At the same time and I would suggest you also pay a visit to the doctor. I am not a therapist but I have been and still am a caregiver to someone suffering from acute depression and the go-to man for emotional issues in my circle of friends, a few of whom are also suffering from depression. I just want you to have additional support should there be a need for it.

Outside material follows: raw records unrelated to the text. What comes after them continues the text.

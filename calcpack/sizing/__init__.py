"""Sizing by search: the lightest section that passes every check of a member.

:func:`lightest_sections` is the general search (any candidates, any trial built from calcpack's
checks); :func:`lightest_aisc_beam` searches the AISC Shapes Database for a steel beam and
:func:`lightest_nds_beam` the sawn sizes of an NDS species and grade (or several grades) for
a timber beam;
:func:`lightest_glulam_beam` the glulam sizes of a stress class and :func:`lightest_nds_post`
the sawn posts and timbers of a species and grade. Each has a ``*_space`` twin giving the
candidates and the trial, so one section is checked exactly as the search checks it.
"""

from calcpack.sizing.search import Candidate, SearchSpace, SizingResult, Trial, lightest_sections
from calcpack.sizing.steel import (
    DeflectionLimit,
    aisc_beam_space,
    aisc_candidates,
    lightest_aisc_beam,
)
from calcpack.sizing.timber import (
    GradedSize,
    lightest_nds_beam,
    nds_beam_space,
    nds_graded_beam_space,
    sawn_candidates,
)
from calcpack.sizing.timber_members import (
    glulam_beam_space,
    lightest_glulam_beam,
    lightest_nds_post,
    nds_post_member,
    nds_post_space,
)

__all__ = [
    "Candidate",
    "DeflectionLimit",
    "GradedSize",
    "SearchSpace",
    "SizingResult",
    "Trial",
    "aisc_beam_space",
    "aisc_candidates",
    "glulam_beam_space",
    "lightest_aisc_beam",
    "lightest_glulam_beam",
    "lightest_nds_beam",
    "lightest_nds_post",
    "lightest_sections",
    "nds_beam_space",
    "nds_graded_beam_space",
    "nds_post_member",
    "nds_post_space",
    "sawn_candidates",
]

Everyone here wants you to get and feel better.

Take care, Paul.

I do feel trapped, but it's all my own making. I'm trying to stay  occupied, to not ruminate, but it just doesn't help me. I can't get any enjoyment out of anything. What's the point in studying? What's the point in listening to music? I just get thoughts like, you don't deserve an education and nobody would want you enjoy their music. I've always been Mr 110%, I put my heart and soul into everything I do. It feels terrible to just not have anything to live for. 

I can't go to my GP again. I went once before and disclosed some things that nearly got me into some serious bother. I'm not taking that risk again. The thing is, I often think I would feel better if I had been caught and convicted and everyone knew. But I have to consider my parents. I have let them down already and I couldn't bare to bring the shame to them. They don't deserve it. 

20 hours ago, Wonderer said:

I'm sorry I actually re read my post and think I was giving too much reassurance. Paul, don't be so hard on yourself, go and seek professional help, a therapist will give u some good perspective and hopefully u can put this behind u and move on. We've all done things we aren't proud of, it's all part of life, growing and learning! Everyone deserves a happy life, regret, guilt and shame are useless emotions! 

I didn't see your original post, but thank you for your reply. It's very kind of you to take time out of your day to write. The thing is, what I did is truly shameful. As I have said, the majority of people would never forgive it, and more of the same people would rather I was hung. To be honest, those who daily do the things that I did, they disgust me just as much as anyone else. But how can I say that? I am one of them. Or was for a short while. 

It all happened last year, on perhaps 10-20 occasions over a few months. Then I realised what I was doing, but by then it's too late. I'm so sorry for what I've done. I don't understand how I managed to live the first half of this year relatively care free... the article I read the other day highlighted just how serious what I did really is.